Comment la télévision réussit-elle à faire de ses audiences un feuilleton ?

19 Sep , 2016  

Depuis la rentrée, on ne parle que de ça : l’arrivée de Yann Barthès sur TMC, avec sa nouvelle émission « Quotidien ». Les articles pleuvent. Le présentateur fait la couverture des Inrocks. En face, Cyril Hanouna et son « Touche pas à mon poste » semblent enfin avoir un rival de taille et les audiences du nouveau « Petit Journal » s’effondrent. Alors, qui l’emportera entre Hanouna et Barthès dans la « guerre » de l’access prime-time (la case horaire précédant le prime-time c’est-à-dire l’émission-phare de 21 heures) ? Chaque jour, les audiences sont scrutées. Qui va doubler qui ? Qui va être le plus regardé ? Jamais la télévision n’a été autant l’objet de son propre feuilleton. Ce qui nous coupe le souffle, tous les jours, ce n’est plus ce qu’il se passe dans la télé, mais comment se passe la télé.

Les audiences, nouveau cœur d’attention du public

Ce phénomène n’est pas nouveau, mais tend à s’amplifier. Les audiences ne sont plus l’affaire des professionnels désormais. Pourtant, quand en 1985, le système Médiamat, (qui devint celui de l’Audimat en 1989) créé par l’entreprise Médiamétrie, c’était pour satisfaire les professionnels qui cherchaient un moyen d’évaluer le nombre d’auditeurs. Au cœur des rapports entre annonceurs et médias, les audiences étaient avant tout une affaire financière et de marketing, qui est apparue en même temps que l’émergence de grandes radios privées. Annonceurs, chaînes de télévision et stations de radio sont d’ailleurs les actionnaires de Médiamétrie. Bref, il s’agissait d’une indication interne au monde des médias, que les acteurs de ce petit univers scrutaient.
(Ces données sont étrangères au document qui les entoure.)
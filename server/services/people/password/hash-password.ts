import { hash, verify, type Options } from '@node-rs/argon2'

/** argon2id (the package's own default) with the memory and passes that OWASP gives as a minimum. */
const cost = { memoryCost: 19_456, timeCost: 2, parallelism: 1 } satisfies Options
const current = `$argon2id$v=19$m=${cost.memoryCost},t=${cost.timeCost},p=${cost.parallelism}$`

/** Of a random password that nobody has: checking it takes as long as checking a real one. */
let nobodys: Promise<string> | undefined

export function hashPassword(password: string): Promise<string> {
  return hash(password, cost)
}

/** Whether the password is right; without a hash the answer is no, after the same work. */
export async function isPassword(passwordHash: string | null, password: string): Promise<boolean> {
  nobodys ??= hashPassword(crypto.randomUUID())
  const isRight = await verify(passwordHash ?? (await nobodys), password)
  return isRight && passwordHash !== null
}

/** True for a hash of other cost than today's, which is made anew at the next sign-in. */
export function isOutdated(passwordHash: string): boolean {
  return !passwordHash.startsWith(current)
}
Aujourd’hui, ce n’est plus seulement le regard des professionnels qui s’abat sur les audiences, lorsque celles-ci sont publiées, aux alentours de 9 heures du matin. Le regard du public se tourne vers elles, avide de savoir les résultats. Les chaînes informent par conséquent sur leurs audiences, à travers des communiqués. Ce qui apparaissait avant comme un élément de cuisine interne est désormais sous le feu des projecteurs. Le spectateur ou l’auditeur ne ressent aucun « rejet » à ce qu’on lui révèle que l’objectif des médias privés est souvent davantage d’être écouté par le plus grand nombre dans un but de rentabilité, que de faire un contenu de qualité.

C’est ainsi que Bruno Guillon, qui fut par la suite accusé de chercher à truquer les audiences avec ces propos, peut déclarer sans soucis dans son émission sur Fun Radio : « Vous voulez nous rendre service ? Vous pouvez écouter NRJ mais quand [Médiamétrie] vous appelle, dites que vous écoutez Fun Radio. » Il assume ici parfaitement le fait (même sur le ton de l’humour) que ce qu’il cherche est des bons résultats aux sondages Médiamétrie, plutôt que plaire en proposant une émission réussie. En effet, il sait que l’auditeur est complice avec lui : l’auditeur sait que pour l’animateur, avoir de bonnes audiences est synonyme de satisfaction des annonceurs, et donc de ses patrons qui maintiendront l’émission. Comme le disent les chroniqueurs de Bruno Guillon qui approuvent derrière lui : « C’est important ! »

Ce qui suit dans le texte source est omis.